--- DATA TO PROCESS Enclosed Below ---
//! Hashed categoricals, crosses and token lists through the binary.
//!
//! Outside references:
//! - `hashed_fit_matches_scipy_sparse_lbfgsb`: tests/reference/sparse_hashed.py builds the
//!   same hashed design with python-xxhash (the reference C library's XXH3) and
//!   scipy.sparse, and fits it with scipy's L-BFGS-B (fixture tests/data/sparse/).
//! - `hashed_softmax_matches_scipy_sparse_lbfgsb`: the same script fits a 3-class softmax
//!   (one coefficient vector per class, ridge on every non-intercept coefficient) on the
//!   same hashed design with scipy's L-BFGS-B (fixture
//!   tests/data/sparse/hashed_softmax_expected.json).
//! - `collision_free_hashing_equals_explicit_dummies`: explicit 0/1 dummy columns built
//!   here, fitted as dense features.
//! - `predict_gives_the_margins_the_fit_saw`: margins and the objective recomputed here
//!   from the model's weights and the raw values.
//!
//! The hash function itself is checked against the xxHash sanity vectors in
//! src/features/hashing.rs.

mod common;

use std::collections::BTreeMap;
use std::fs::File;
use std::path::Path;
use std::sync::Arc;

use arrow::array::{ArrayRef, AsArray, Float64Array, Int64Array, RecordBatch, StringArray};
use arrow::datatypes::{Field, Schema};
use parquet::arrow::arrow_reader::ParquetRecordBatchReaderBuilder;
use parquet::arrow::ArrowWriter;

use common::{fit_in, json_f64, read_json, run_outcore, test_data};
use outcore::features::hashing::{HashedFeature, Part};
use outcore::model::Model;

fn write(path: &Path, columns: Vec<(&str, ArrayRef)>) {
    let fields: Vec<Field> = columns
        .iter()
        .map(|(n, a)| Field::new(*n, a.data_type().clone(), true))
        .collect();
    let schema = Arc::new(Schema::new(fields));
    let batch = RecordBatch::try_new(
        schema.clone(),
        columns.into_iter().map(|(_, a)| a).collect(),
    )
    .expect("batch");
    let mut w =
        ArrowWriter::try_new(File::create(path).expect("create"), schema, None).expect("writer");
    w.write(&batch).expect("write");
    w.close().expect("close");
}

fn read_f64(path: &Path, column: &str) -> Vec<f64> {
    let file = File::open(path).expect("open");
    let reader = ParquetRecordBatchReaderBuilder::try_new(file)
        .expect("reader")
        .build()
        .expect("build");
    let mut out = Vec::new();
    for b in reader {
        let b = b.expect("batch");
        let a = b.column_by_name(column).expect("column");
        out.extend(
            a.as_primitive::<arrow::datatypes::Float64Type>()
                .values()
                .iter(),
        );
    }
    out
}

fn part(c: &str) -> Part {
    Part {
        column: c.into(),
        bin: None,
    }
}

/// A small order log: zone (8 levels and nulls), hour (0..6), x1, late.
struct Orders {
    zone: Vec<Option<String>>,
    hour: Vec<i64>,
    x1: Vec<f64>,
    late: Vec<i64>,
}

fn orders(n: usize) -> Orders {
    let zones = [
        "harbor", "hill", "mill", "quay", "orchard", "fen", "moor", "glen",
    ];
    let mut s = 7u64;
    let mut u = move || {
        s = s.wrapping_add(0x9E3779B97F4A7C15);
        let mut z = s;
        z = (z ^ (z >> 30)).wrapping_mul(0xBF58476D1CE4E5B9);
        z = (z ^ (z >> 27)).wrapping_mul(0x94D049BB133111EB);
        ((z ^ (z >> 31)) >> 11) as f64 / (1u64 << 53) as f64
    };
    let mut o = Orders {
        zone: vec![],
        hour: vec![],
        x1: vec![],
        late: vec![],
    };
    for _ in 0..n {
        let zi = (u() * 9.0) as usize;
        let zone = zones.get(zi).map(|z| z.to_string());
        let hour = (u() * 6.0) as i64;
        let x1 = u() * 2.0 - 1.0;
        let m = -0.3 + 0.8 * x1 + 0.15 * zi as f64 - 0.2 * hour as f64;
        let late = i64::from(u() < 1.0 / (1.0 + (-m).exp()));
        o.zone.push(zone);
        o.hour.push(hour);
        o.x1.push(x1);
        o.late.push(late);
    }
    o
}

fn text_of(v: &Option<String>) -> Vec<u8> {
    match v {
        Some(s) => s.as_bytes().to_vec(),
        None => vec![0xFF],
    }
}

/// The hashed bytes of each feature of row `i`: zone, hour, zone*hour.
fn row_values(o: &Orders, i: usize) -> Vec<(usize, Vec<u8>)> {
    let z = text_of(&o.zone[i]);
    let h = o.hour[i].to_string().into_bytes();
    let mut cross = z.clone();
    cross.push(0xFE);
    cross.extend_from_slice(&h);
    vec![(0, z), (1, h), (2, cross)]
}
--- End of Enclosed DATA TO PROCESS ---
--- DATA TO PROCESS Enclosed Below ---
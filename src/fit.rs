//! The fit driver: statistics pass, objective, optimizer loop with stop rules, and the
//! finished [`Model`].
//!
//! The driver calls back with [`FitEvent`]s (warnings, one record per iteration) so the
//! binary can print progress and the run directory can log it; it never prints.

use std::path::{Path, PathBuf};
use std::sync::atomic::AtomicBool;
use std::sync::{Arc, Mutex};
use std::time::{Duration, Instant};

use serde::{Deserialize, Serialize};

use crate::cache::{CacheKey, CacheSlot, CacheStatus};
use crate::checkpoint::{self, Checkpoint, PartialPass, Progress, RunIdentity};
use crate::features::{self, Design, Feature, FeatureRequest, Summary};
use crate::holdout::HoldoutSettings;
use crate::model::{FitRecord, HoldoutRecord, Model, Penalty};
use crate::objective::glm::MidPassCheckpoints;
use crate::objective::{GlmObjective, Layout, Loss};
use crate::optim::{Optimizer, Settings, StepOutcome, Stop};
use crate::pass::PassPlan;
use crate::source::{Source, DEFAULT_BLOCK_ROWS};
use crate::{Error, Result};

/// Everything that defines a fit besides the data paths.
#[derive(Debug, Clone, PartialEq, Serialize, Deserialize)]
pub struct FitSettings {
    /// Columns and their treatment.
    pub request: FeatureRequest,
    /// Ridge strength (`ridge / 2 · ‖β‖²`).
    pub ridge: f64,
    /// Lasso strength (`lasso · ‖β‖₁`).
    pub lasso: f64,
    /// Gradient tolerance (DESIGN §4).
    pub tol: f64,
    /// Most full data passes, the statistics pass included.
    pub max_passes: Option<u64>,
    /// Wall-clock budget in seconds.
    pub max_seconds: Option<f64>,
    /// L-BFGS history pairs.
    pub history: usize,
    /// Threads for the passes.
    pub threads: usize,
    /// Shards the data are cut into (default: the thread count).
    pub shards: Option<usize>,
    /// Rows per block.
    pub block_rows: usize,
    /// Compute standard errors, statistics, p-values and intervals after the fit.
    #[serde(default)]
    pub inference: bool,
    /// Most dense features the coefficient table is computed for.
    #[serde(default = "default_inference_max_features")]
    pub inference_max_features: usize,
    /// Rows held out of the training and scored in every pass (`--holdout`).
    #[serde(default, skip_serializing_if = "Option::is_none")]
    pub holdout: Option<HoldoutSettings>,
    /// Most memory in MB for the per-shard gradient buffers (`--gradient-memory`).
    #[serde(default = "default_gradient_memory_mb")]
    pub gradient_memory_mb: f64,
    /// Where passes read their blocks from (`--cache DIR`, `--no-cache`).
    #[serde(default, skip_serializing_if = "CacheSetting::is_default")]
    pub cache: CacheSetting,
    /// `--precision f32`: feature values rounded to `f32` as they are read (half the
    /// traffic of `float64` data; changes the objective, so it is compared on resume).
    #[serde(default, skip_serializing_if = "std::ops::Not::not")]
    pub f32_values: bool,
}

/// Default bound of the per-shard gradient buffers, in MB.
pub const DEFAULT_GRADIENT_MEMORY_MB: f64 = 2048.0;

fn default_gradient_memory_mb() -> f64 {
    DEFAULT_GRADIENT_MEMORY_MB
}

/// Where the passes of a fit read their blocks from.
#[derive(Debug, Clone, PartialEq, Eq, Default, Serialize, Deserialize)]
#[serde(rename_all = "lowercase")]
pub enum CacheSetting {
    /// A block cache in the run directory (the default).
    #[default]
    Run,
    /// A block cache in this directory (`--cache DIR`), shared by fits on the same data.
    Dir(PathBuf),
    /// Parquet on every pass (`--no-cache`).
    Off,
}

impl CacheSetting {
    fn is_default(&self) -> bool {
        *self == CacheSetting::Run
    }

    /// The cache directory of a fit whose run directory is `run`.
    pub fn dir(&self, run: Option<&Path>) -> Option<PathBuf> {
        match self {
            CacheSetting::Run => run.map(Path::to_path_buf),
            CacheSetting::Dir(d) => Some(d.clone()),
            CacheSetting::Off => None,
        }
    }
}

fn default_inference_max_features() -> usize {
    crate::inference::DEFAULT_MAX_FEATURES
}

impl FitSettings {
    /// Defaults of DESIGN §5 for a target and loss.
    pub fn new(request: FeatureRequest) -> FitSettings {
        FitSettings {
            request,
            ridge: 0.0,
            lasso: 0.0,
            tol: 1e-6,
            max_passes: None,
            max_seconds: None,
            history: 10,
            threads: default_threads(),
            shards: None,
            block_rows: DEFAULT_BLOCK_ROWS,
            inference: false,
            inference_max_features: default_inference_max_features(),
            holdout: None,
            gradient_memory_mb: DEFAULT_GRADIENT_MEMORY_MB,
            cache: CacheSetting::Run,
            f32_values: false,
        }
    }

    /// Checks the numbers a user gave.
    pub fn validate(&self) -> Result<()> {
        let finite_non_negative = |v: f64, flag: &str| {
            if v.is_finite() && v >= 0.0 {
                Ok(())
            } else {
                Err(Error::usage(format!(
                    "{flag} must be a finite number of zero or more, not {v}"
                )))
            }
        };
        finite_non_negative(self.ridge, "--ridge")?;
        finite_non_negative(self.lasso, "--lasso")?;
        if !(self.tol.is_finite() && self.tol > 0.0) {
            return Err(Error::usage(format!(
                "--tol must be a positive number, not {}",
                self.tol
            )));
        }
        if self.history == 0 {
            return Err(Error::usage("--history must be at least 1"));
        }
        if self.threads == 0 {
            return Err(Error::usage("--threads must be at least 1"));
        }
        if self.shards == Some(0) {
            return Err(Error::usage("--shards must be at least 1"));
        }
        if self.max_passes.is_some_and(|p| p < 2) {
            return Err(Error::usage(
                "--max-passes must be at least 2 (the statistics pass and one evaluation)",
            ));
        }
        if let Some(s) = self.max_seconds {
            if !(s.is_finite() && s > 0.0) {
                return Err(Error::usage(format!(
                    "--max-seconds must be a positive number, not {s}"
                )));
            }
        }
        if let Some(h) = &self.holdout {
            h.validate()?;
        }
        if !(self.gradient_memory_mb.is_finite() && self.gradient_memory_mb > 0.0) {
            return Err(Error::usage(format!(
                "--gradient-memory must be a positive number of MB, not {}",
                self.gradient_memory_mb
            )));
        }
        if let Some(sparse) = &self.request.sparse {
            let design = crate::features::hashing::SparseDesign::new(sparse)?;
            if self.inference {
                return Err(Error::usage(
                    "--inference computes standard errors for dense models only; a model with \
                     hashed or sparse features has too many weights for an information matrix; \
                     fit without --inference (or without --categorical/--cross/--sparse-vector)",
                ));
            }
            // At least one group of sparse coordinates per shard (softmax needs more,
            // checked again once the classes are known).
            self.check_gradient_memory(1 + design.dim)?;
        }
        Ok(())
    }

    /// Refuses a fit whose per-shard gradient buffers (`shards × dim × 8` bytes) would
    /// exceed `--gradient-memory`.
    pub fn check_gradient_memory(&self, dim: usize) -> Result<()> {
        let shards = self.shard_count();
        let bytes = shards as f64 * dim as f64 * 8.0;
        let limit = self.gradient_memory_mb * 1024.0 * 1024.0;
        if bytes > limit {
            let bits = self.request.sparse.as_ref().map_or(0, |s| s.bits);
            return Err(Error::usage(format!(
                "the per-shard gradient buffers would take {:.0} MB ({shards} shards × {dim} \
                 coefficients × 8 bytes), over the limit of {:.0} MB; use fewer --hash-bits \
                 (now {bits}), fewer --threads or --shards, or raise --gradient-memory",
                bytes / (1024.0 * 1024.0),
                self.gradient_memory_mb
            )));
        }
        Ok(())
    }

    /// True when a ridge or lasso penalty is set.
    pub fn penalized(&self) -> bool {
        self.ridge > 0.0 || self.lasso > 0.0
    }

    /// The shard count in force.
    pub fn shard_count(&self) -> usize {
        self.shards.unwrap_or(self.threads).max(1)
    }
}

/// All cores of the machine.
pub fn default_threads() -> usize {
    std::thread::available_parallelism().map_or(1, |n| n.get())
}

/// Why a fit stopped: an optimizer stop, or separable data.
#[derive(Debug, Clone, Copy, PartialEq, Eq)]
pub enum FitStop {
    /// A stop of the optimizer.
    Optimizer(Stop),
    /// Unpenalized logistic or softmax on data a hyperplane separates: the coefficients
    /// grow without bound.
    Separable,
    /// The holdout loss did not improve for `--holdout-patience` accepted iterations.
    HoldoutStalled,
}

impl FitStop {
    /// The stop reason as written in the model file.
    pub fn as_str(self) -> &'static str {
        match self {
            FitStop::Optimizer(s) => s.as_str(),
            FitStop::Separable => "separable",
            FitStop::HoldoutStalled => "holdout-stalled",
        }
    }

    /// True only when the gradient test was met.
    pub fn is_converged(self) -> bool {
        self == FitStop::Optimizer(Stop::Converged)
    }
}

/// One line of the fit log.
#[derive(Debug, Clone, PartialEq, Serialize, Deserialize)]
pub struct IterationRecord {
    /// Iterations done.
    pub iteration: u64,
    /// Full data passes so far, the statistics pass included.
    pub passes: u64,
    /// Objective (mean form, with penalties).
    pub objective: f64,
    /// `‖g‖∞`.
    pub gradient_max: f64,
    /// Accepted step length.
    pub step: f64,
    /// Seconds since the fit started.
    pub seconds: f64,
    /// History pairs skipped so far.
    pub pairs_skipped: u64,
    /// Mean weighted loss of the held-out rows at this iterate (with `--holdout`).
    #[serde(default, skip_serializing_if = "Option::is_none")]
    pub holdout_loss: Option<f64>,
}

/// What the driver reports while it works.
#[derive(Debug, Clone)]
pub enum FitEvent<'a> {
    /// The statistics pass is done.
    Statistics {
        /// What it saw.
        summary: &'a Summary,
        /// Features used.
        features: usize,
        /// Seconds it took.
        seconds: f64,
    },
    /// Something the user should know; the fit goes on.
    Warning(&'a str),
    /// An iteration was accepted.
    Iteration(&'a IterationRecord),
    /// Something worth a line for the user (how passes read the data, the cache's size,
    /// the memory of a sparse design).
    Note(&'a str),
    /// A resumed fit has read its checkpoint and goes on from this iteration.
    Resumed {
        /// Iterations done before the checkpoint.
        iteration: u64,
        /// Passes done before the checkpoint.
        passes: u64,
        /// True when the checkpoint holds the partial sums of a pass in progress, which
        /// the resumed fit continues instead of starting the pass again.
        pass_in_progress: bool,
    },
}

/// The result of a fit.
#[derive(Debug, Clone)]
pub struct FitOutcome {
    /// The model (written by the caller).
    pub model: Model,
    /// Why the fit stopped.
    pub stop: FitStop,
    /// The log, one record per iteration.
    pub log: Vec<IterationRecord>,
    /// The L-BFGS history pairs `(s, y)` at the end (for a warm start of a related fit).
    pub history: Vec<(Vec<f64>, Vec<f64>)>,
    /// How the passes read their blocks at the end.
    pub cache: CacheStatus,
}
--- End of Enclosed DATA TO PROCESS ---
EXERCISE OBJECTIVE:
In the data above, how many lines hold the string "strength"? Give the number by itself.

SOLUTION FOR THIS TASK:
2